In a typical radio communications network, wireless terminals, also known as mobile stations and/or user equipments (UEs), communicate via a Radio Access Network (RAN) to one or more core networks. The RAN covers a geographical area which is divided into cell areas, with each cell area being served by a base station, e.g., a radio base station (RBS), which in some networks may also be called, for example, a “NodeB” or “eNodeB”. A cell is a geographical area where radio coverage is provided by the radio base station at a base station site or an antenna site in case the antenna and the radio base station are not collocated. Each cell is identified by an identity within the local radio area, which is broadcast in the cell. Another identity identifying the cell uniquely in the whole mobile network is also broadcasted in the cell. The base stations communicate over the air interface operating on radio frequencies with the user equipments within range of the base stations.

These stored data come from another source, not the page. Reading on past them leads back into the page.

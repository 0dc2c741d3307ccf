import "server-only";
import { AppError } from "@/lib/api/errors";
import { consumeLimit, type LimitRule } from "@/lib/api/rate-limit";

// Account mails per target address: a few an hour is plenty for a person and
// stops the app being used to flood someone's inbox. Beyond that the mail is
// dropped without a word, so the answer still says nothing about the address.
export const SIGN_UP_MAIL_RULE: LimitRule = { name: "mail-sign-up", points: 3, durationSec: 60 * 60 };
export const RESET_MAIL_RULE: LimitRule = { name: "mail-reset", points: 3, durationSec: 60 * 60 };

/** True when another mail of this kind may go to the address now (and counts it). */
export async function mayMail(rule: LimitRule, address: string): Promise<boolean> {
  try {
    await consumeLimit(rule, address.toLowerCase());
    return true;
  } catch (error) {
    if (error instanceof AppError && error.code === "rate_limited") return false;
    throw error;
  }
}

In some versions of the RAN, several base stations are typically connected, e.g., by landlines or microwave, to a controller node, such as a radio network controller (RNC) or a base station controller (BSC), which supervises and coordinates various activities of the plural base stations connected thereto. The RNCs are typically connected to one or more core networks.
A Universal Mobile Telecommunications System (UMTS) is a third generation mobile communication system, which evolved from the second generation (2G) Global System for Mobile Communications (GSM). The UMTS Terrestrial Radio Access Network (UTRAN) is essentially a RAN using Wideband Code Division Multiple Access (WCDMA) and/or High Speed Packet Access (HSPA) for user equipments. In a forum known as the Third Generation Partnership Project (3GPP), telecommunications suppliers propose and agree upon standards for e.g. third generation networks and further generations, and investigate enhanced data rate and radio capacity.
Specifications for the Evolved Packet System (EPS) have been completed within the 3GPP and this work continues in the coming 3GPP releases. The EPS comprises the Evolved Universal Terrestrial Radio Access Network (E-UTRAN), also known as the Long Term Evolution (LTE) radio access, and the Evolved Packet Core (EPC), also known as System Architecture Evolution (SAE) core network. E-UTRAN/LTE is a variant of a 3GPP radio access technology wherein the radio base stations are directly connected to the EPC core network rather than to RNCs. In general, in E-UTRAN/LTE the functions of a RNC are distributed between the radio base stations, e.g., eNodeBs in LTE, and the core network. As such, the RAN of an EPS has an essentially “flat” architecture comprising radio base stations without reporting to RNCs.
Packets are transported in a Core Network along paths in a transport network also referred to as a communications network herein. Today two broad category of transport networking is available. In one, called automatic, path selection is automatic, usually distributed, and, usually, follows the shortest path paradigm. Internet Protocol (IP) routing, IP/Multiprotocol label switching (MPLS), and Ethernet Shortest Path Bridging (SPB) clearly fall into this category. The other approach, called traffic engineering, is more circuit aware and relies on setting up explicit paths across the network with usually resource reservation included. Generalized MPLS (GMPLS), MPLS-Transport Profile (TP), Provider Backbone Bridges Transport Profile (PBB-TP) and Resource Reservation Protocol (RSVP) all fall into this category.
Automatic solutions are great and have low management burden. By most of the time relying on shortest paths they also achieve some form of low delay efficiency. They can be expanded with automatic fast reroute and Equal-Cost Multipath (ECMP) to increase reliability and network utilization. The automatic solutions, however, fail to offer Quality of Service (QoS) measures. Usually simple packet priorities or DiffServ handling accompanies them with no effort to guarantee any sort of bandwidth even in a soft way.
Traffic engineering solutions are focusing on reserving capacity to flows and are more suited to provide bandwidth guarantees, but path computation may be potentially very complicated if alternative paths want to be used for higher utilization. Also, robustness is usually achieved by reserving an alternative path, which is a waste of resources. Transport equipment, such as communication nodes, usually has very limited packet processing capabilities. A few priority or weighted fair queues, a few levels of drop precedence is what are usually available, since emphasis is on high throughput and low price per bit.